[Saved data entries]

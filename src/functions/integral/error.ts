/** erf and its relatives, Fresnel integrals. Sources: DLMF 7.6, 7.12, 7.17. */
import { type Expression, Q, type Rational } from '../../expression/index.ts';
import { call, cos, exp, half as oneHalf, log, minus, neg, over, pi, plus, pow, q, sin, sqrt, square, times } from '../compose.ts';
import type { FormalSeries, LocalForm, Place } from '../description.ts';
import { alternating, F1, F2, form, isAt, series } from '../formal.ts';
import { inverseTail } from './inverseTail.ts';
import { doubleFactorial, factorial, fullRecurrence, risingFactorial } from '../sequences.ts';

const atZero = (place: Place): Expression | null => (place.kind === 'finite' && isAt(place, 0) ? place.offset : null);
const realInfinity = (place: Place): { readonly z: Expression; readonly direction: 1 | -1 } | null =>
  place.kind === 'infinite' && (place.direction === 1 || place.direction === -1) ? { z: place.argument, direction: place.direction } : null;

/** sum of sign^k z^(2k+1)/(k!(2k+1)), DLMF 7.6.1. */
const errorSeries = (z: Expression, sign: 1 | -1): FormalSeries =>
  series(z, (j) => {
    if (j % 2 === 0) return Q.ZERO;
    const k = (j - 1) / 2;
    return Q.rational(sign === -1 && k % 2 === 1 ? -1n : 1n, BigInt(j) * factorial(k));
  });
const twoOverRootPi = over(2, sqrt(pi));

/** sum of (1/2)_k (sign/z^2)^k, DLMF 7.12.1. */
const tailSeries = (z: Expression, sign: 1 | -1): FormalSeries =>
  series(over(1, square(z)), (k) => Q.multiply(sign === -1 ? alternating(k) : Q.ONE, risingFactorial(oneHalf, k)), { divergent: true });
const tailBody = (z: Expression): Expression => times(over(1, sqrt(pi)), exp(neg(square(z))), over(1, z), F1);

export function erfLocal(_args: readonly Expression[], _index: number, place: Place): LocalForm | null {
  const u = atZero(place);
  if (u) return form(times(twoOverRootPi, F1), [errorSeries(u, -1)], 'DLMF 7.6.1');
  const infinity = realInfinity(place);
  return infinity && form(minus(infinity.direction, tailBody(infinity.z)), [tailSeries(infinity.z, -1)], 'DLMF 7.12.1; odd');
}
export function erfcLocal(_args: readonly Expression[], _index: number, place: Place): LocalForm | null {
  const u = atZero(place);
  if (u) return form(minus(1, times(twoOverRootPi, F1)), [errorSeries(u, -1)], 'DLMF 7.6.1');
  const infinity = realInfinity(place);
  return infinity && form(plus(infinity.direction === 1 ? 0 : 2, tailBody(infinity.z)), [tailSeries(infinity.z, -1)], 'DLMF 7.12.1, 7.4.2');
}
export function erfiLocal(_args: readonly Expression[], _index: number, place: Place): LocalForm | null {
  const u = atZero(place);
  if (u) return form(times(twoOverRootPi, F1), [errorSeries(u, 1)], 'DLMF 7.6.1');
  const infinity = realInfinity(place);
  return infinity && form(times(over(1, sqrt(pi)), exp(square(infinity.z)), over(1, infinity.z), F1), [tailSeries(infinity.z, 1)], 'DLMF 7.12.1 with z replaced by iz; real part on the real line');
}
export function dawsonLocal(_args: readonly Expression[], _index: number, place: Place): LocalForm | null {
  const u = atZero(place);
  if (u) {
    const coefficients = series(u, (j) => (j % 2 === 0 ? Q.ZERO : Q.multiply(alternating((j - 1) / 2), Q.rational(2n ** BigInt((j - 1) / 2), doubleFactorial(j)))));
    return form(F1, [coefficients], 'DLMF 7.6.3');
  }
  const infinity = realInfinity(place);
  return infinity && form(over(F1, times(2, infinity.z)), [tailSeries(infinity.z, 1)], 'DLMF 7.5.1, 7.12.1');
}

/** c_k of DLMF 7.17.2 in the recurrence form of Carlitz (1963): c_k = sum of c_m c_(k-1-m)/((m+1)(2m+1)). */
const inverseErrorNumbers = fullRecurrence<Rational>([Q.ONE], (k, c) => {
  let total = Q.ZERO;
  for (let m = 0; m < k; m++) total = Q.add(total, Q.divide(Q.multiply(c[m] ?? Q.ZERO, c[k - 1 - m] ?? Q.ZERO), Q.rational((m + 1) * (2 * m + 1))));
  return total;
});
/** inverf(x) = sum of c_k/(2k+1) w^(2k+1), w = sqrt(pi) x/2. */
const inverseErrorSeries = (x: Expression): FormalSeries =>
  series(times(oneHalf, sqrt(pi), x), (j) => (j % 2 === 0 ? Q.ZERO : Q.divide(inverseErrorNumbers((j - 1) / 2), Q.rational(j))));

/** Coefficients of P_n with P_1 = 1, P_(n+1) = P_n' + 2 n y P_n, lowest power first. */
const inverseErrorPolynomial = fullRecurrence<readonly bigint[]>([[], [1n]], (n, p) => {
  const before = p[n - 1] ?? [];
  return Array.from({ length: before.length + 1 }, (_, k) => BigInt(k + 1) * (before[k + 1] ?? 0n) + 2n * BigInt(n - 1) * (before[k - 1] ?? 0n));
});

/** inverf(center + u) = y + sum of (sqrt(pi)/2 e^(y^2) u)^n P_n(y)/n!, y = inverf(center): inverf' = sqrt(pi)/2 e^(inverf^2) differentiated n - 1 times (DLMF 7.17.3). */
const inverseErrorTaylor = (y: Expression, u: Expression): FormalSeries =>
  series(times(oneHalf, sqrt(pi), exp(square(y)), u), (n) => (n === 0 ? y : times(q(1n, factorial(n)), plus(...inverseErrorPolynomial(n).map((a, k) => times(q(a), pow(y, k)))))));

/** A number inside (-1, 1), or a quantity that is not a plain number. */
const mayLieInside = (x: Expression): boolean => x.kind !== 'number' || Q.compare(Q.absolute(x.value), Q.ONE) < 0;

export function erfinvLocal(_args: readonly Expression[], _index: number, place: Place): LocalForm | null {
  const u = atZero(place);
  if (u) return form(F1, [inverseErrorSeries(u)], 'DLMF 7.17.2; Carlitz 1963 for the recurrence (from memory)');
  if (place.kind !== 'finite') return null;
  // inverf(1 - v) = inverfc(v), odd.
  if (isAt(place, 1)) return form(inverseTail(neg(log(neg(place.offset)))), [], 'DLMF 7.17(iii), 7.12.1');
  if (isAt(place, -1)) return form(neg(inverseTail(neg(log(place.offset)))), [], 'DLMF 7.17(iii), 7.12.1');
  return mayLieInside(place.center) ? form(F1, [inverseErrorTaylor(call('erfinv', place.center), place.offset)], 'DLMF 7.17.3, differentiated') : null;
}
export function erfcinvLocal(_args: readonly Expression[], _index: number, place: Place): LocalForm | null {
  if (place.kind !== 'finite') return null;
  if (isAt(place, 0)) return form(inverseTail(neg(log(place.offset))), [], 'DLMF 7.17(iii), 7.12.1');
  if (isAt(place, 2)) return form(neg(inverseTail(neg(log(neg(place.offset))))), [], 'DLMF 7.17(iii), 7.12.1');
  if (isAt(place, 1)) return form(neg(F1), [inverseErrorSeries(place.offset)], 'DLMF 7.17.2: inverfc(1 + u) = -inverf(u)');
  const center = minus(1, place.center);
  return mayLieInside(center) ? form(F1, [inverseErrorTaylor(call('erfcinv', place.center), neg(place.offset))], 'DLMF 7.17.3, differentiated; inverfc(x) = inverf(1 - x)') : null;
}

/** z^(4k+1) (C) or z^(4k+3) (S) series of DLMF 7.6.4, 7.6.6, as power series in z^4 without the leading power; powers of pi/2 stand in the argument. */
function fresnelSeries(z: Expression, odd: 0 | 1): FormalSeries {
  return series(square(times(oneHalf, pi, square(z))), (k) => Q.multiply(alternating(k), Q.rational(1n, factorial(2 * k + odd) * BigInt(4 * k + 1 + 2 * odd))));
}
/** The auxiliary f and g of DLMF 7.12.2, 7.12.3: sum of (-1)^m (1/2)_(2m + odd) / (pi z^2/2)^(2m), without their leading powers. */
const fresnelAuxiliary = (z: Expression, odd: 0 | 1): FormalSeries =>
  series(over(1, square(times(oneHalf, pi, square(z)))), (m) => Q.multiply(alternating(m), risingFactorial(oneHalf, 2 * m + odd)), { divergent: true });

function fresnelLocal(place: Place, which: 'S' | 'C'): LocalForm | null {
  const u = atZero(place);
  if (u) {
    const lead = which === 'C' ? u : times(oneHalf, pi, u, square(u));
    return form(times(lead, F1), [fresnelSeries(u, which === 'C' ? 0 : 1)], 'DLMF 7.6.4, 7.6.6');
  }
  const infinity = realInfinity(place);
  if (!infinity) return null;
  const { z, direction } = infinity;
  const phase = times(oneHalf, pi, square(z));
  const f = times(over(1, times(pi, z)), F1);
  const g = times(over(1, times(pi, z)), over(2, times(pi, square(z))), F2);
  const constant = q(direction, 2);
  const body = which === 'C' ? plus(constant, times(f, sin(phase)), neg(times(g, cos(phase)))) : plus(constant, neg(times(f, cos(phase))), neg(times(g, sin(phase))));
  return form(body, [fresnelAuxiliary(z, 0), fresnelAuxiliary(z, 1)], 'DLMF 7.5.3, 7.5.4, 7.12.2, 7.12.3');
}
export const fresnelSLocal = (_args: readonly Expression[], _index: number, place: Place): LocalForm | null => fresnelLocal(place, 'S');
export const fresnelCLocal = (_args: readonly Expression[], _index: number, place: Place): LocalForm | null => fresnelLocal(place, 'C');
* * *
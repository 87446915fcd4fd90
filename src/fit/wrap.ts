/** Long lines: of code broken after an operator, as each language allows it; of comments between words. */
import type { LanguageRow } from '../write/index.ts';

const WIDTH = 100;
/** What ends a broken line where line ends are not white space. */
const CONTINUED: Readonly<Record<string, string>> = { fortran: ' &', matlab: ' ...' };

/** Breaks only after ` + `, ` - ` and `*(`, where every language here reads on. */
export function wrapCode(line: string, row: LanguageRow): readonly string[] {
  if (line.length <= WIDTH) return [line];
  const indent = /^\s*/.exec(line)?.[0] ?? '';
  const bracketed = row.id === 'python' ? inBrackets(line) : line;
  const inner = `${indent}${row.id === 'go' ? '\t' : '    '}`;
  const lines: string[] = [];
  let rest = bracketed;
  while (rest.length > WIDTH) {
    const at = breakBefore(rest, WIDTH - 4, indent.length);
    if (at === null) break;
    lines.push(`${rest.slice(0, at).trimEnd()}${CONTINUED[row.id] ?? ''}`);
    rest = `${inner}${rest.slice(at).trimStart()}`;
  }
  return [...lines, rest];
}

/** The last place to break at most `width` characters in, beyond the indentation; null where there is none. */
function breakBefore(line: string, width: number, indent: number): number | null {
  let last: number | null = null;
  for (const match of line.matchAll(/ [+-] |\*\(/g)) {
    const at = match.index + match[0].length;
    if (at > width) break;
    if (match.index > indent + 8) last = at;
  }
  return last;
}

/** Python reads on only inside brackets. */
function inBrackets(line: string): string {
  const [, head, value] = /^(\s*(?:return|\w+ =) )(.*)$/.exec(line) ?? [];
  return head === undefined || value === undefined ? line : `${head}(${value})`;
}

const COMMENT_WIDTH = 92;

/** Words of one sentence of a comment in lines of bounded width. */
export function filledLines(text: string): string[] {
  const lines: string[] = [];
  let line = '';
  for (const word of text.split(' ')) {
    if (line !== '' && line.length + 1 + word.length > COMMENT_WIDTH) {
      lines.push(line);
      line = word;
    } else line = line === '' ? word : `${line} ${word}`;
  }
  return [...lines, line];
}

To do: Copy the lines above exactly, beginning at the line that has "filename src/functions/integral/error.ts" and stopping after the line that has "readonly z: Expression;", and omit the rest.

Task solution:
filename src/functions/integral/error.ts
/** erf and its relatives, Fresnel integrals. Sources: DLMF 7.6, 7.12, 7.17. */
import { type Expression, Q, type Rational } from '../../expression/index.ts';
import { call, cos, exp, half as oneHalf, log, minus, neg, over, pi, plus, pow, q, sin, sqrt, square, times } from '../compose.ts';
import type { FormalSeries, LocalForm, Place } from '../description.ts';
import { alternating, F1, F2, form, isAt, series } from '../formal.ts';
import { inverseTail } from './inverseTail.ts';
import { doubleFactorial, factorial, fullRecurrence, risingFactorial } from '../sequences.ts';

const atZero = (place: Place): Expression | null => (place.kind === 'finite' && isAt(place, 0) ? place.offset : null);
const realInfinity = (place: Place): { readonly z: Expression; readonly direction: 1 | -1 } | null =>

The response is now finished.